- Kamalpur Location in Uttar Pradesh, India
- Coordinates: 27°01′59″N 79°55′46″E﻿ / ﻿27.03311°N 79.92946°E
- Country: India
- State: Uttar Pradesh
- District: Mainpuri
- Tehsil: Karhal

Area
- • Total: 2.225 km^{2} (0.859 sq mi)

Population (2011)
- • Total: 698
- • Density: 314/km^{2} (812/sq mi)
- Time zone: UTC+5:30 (IST)

= Kamalpur, Karhal =

Village in Uttar Pradesh, India

Kamalpur is a village in Karhal block of Mainpuri district, Uttar Pradesh, India. As of 2011, it had a population of 698, in 114 households.

== Demographics ==
As of 2011, Kamalpur had a population of 698, in 114 households. This population was 54.6% male (381) and 45.4% female (317). The 0-6 age group numbered 121 (67 male and 54 female), or 17.3% of the total population. 109 residents were members of Scheduled Castes, or 15.6% of the total.

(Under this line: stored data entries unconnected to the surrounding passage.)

// Ejectees selected by their present speed (>= 900 km/s, a cut that keeps
// fewer of them the heavier the halo, as the caller's median-speed cut
// does): with the selection's normalisation (SelectMinSpeedKms) the 90 per
// cent interval holds the true scale in at least 4 of 5 seeds at 0.5 and
// at 2. Normalised over all speeds instead (SelectMinSpeedKms = 0) the
// same stars pull the fit to the light end of the grid and exclude the
// truth 2 in 5 of 5 seeds (measured 2026-12-03 with the flight-time term:
// 90% upper bounds 0.77-1.55; with the cut's normalisation 5 of 5 at both
// truths). The fit without the cut is logged, not asserted.
func TestFitOrbitsSpeedSelection(t *testing.T) {
	if testing.Short() {
		t.Skip("20 fits")
	}
	const vSel, seeds = 900.0, 5
	base := defaultModel(t)
	for _, truth := range []float64{0.5, 2} {
		m, err := ScaleHalo(base, truth)
		if err != nil {
			t.Fatal(err)
		}
		covered := 0
		for seed := range uint64(seeds) {
			rng := rand.New(rand.NewPCG(5000+seed, uint64(truth*1000)))
			var stars []OrbitStar
			tried := 0
			for len(stars) < 25 {
				tried++
				x, v := ejectee(rng, m)
				if math.Sqrt(v[0]*v[0]+v[1]*v[1]+v[2]*v[2]) < vSel {
					continue
				}
				stars = append(stars, draws(rng, "ej", x, v, 40, 0.02, 0.01))
			}
			for _, sel := range []float64{0, vSel} {
				o := ejectionOptions()
				o.SelectMinSpeedKms = sel
				res, err := FitOrbits(context.Background(), base, stars, o)
				if err != nil {
					t.Fatal(err)
				}
				t.Logf("truth %.1f seed %d, normalised over v >= %.0f km/s (0: not): %d of %d kept, best %.2f 90%% [%.2f, %.2f], %d carrying",
					truth, seed, sel, len(stars), tried, res.Best, res.Lo90, res.Hi90, res.Carrying)
				if sel > 0 && res.Lo90 <= truth && truth <= res.Hi90 {
					covered++
				}
			}
		}
		if covered < 4 {
			t.Errorf("truth %.1f: the normalised fit's 90%% interval holds it in %d of %d seeds, want >= 4", truth, covered, seeds)
		}
	}
}

// sphericalModel is the default model without its disk: rays from the
// centre are then exact radial orbits.
func sphericalModel(t testing.TB) *potential.Model {
	t.Helper()
	var cs []potential.Component
	for _, c := range defaultModel(t).Components() {
		if c.Kind != potential.KindMiyamotoNagai {
			cs = append(cs, c)
		}
	}
	m, err := potential.New(cs)
	if err != nil {
		t.Fatal(err)
	}
	return m
}

// The ray's flight time: exact (r - r_ej)/v0 in a flat potential, and in
// the default model within 1 per cent of a 20,000-interval midpoint sum
// (our accuracy claim at rayNodes) for speeds from 300 km/s at the star.
func TestRayFlightTime(t *testing.T) {
	flat, _ := potential.New(nil)
	if flat != nil {
		r := newRay(flat, [3]float64{30, 40, 0})
		want := (50 - EjectionDepthKpc) / 1000 * potential.TimeUnitMyr
		if got := r.flightMyr(1000); math.Abs(got/want-1) > 1e-12 {
			t.Errorf("flat potential: %v Myr, want %v", got, want)
		}
	}
	p := defaultModel(t)
	for _, c := range []struct {
		x    [3]float64
		vKms float64 // speed at x
	}{{[3]float64{-8, 0, 0.1}, 300}, {[3]float64{5, 20, 30}, 500}, {[3]float64{-60, 50, -90}, 800}, {[3]float64{0, 1, 12}, 1500}} {
		r := newRay(p, c.x)
		v0 := math.Sqrt(c.vKms*c.vKms + 2*r.end())
		d := math.Sqrt(c.x[0]*c.x[0] + c.x[1]*c.x[1] + c.x[2]*c.x[2])
		phi0 := p.Phi([3]float64{EjectionDepthKpc * c.x[0] / d, EjectionDepthKpc * c.x[1] / d, EjectionDepthKpc * c.x[2] / d})
		const n = 20000
		var want float64
		for k := range n {
			// Midpoints in ln r, dr = r d(ln r).
			lr := math.Log(EjectionDepthKpc) + (float64(k)+0.5)/n*math.Log(d/EjectionDepthKpc)
			rk := math.Exp(lr)
			dPhi := p.Phi([3]float64{rk * c.x[0] / d, rk * c.x[1] / d, rk * c.x[2] / d}) - phi0
			want += rk / math.Sqrt(v0*v0-2*dPhi)
		}
		want *= math.Log(d/EjectionDepthKpc) / n * potential.TimeUnitMyr
		if got := r.flightMyr(v0); math.Abs(got/want-1) > 0.01 {
			t.Errorf("x %v, v %v: %.4f Myr, fine sum %.4f", c.x, c.vKms, got, want)
		}
	}
}

// ejectionNorm against a direct sum over the present speed v of
// f(v0)/v0 [t in window] dv (the definition), for the uniform law (closed
// form in u = ln(v0 + v)) and the Gaussian one (Simpson in u), with and
// without a binding flight-time window.
func TestEjectionNorm(t *testing.T) {
	p := defaultModel(t)
	for _, e := range []EjectionModel{DefaultEjection, fixtureEjection,
		{SpeedMinKms: 700, SpeedMaxKms: 1800, FlightMaxMyr: 1e9}} {
		for _, x := range [][3]float64{{-8, 0, 0.1}, {20, -30, 40}, {100, 80, -120}} {
			r := newRay(p, x)
			for _, vSel := range []float64{0, 450, 900} {
				got := ejectionNorm(&e, &r, vSel)
				const step = 0.05
				var want float64
				for v := vSel + step/2; v < 4000; v += step {
					v0 := math.Sqrt(v*v + 2*r.end())
					if tm := r.flightMyr(v0); tm >= e.FlightMinMyr && tm <= e.FlightMaxMyr {
						want += e.SpeedPDF(v0) / v0 * step
					}
				}
				if math.Abs(got-want) > 2e-3*want+1e-12 {
					t.Errorf("%+v at %v, vSel %v: N %.6g, direct sum %.6g", e, x, vSel, got, want)
				}
			}
		}
	}
}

The 1981 census recorded Kamalpur as having a population of 375 people, in 67 households.

The 1961 census recorded Kamalpur as comprising 1 hamlet, with a total population of 260 people (146 male and 114 female), in 42 households and 37 physical houses. The area of the village was given as 574 acres.

== Infrastructure ==
As of 2011, Kamalpur had 1 primary school; it did not have any healthcare facilities. Drinking water was provided by hand pump and tube well; there were no public toilets. The village had no post office or public library; there was at least some access to electricity for all purposes. Streets were made of both kachcha and pakka materials.